> Work request
Output, exactly and in full, the entries that appear below.
——
def band_figure(doc: dict, metric: str, ylabel: str, extra: dict | None = None):
    """Per-band values of ``metric`` at every position, the average with error bars, and
    optional extra series {label: {band_hz: value}} (e.g. a prediction).

    Examples
    --------
    >>> doc = {"positions": [], "average": {"bands": [{"band_hz": 1000.0,
    ...     "t30_s": {"mean": 1.2, "std": 0.05}}]}}
    >>> band_figure(doc, "t30_s", "T30 (s)").axes[0].get_ylabel()
    'T30 (s)'
    """
    from matplotlib.figure import Figure

    fig = Figure(figsize=(8, 3.6))
    ax = fig.add_subplot(111)
    for p in doc["positions"]:
        xs = [r["band_hz"] for r in p["bands"] if r.get(metric) is not None]
        ys = [r[metric] for r in p["bands"] if r.get(metric) is not None]
        ax.plot(xs, ys, "o", ms=3, alpha=0.4, color="tab:gray")
    avg = [r for r in doc["average"]["bands"] if r[metric]["mean"] is not None]
    if avg:
        err = [r[metric].get("uncertainty") or r[metric]["std"] or 0 for r in avg]
        ax.errorbar(
            [r["band_hz"] for r in avg],
            [r[metric]["mean"] for r in avg],
            yerr=err,
            fmt="-o",
            color="tab:blue",
            capsize=3,
            label="average",
        )
    colours = ("tab:green", "tab:orange", "tab:red", "tab:purple")
    # One colour each: series beyond the fourth are not drawn.
    for (label, series), colour in zip((extra or {}).items(), colours, strict=False):
        ks = sorted(series)
        ax.plot(ks, [series[k] for k in ks], "--s", ms=4, color=colour, label=label)
    ax.set_xscale("log")
    bands = sorted({r["band_hz"] for r in doc["average"]["bands"]})
    ax.set_xticks(bands)
    ax.set_xticklabels([band_label(b) for b in bands], fontsize=7)
    ax.minorticks_off()
    ax.set_xlabel("band (Hz)")
    ax.set_ylabel(ylabel)
    ax.grid(alpha=0.3)
    if ax.get_legend_handles_labels()[0]:
        ax.legend(fontsize=8)
    return fig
——
> Solution to this task
def band_figure(doc: dict, metric: str, ylabel: str, extra: dict | None = None):
    """Per-band values of ``metric`` at every position, the average with error bars, and
    optional extra series {label: {band_hz: value}} (e.g. a prediction).

    Examples
    --------
    >>> doc = {"positions": [], "average": {"bands": [{"band_hz": 1000.0,
    ...     "t30_s": {"mean": 1.2, "std": 0.05}}]}}
    >>> band_figure(doc, "t30_s", "T30 (s)").axes[0].get_ylabel()
    'T30 (s)'
    """
    from matplotlib.figure import Figure

    fig = Figure(figsize=(8, 3.6))
    ax = fig.add_subplot(111)
    for p in doc["positions"]:
        xs = [r["band_hz"] for r in p["bands"] if r.get(metric) is not None]
        ys = [r[metric] for r in p["bands"] if r.get(metric) is not None]
        ax.plot(xs, ys, "o", ms=3, alpha=0.4, color="tab:gray")
    avg = [r for r in doc["average"]["bands"] if r[metric]["mean"] is not None]
    if avg:
        err = [r[metric].get("uncertainty") or r[metric]["std"] or 0 for r in avg]
        ax.errorbar(
            [r["band_hz"] for r in avg],
            [r[metric]["mean"] for r in avg],
            yerr=err,
            fmt="-o",
            color="tab:blue",
            capsize=3,
            label="average",
        )
    colours = ("tab:green", "tab:orange", "tab:red", "tab:purple")
    # One colour each: series beyond the fourth are not drawn.
    for (label, series), colour in zip((extra or {}).items(), colours, strict=False):
        ks = sorted(series)
        ax.plot(ks, [series[k] for k in ks], "--s", ms=4, color=colour, label=label)
    ax.set_xscale("log")
    bands = sorted({r["band_hz"] for r in doc["average"]["bands"]})
    ax.set_xticks(bands)
    ax.set_xticklabels([band_label(b) for b in bands], fontsize=7)
    ax.minorticks_off()
    ax.set_xlabel("band (Hz)")
    ax.set_ylabel(ylabel)
    ax.grid(alpha=0.3)
    if ax.get_legend_handles_labels()[0]:
        ax.legend(fontsize=8)
    return fig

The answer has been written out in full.